* [Directions]: Leave out every line that comes before the one containing "PhaseSection phaseSection(const Record&", and reproduce the rest of the listing below exactly, through its last line.

* [Input]:

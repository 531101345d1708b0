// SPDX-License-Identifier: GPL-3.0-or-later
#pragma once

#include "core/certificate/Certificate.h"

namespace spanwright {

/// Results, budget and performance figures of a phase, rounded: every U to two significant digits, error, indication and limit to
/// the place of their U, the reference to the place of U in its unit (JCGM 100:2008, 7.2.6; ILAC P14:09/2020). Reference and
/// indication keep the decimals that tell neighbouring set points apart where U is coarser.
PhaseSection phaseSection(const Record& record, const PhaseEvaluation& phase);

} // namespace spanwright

* [Solution to the problem]:
PhaseSection phaseSection(const Record& record, const PhaseEvaluation& phase);

} // namespace spanwright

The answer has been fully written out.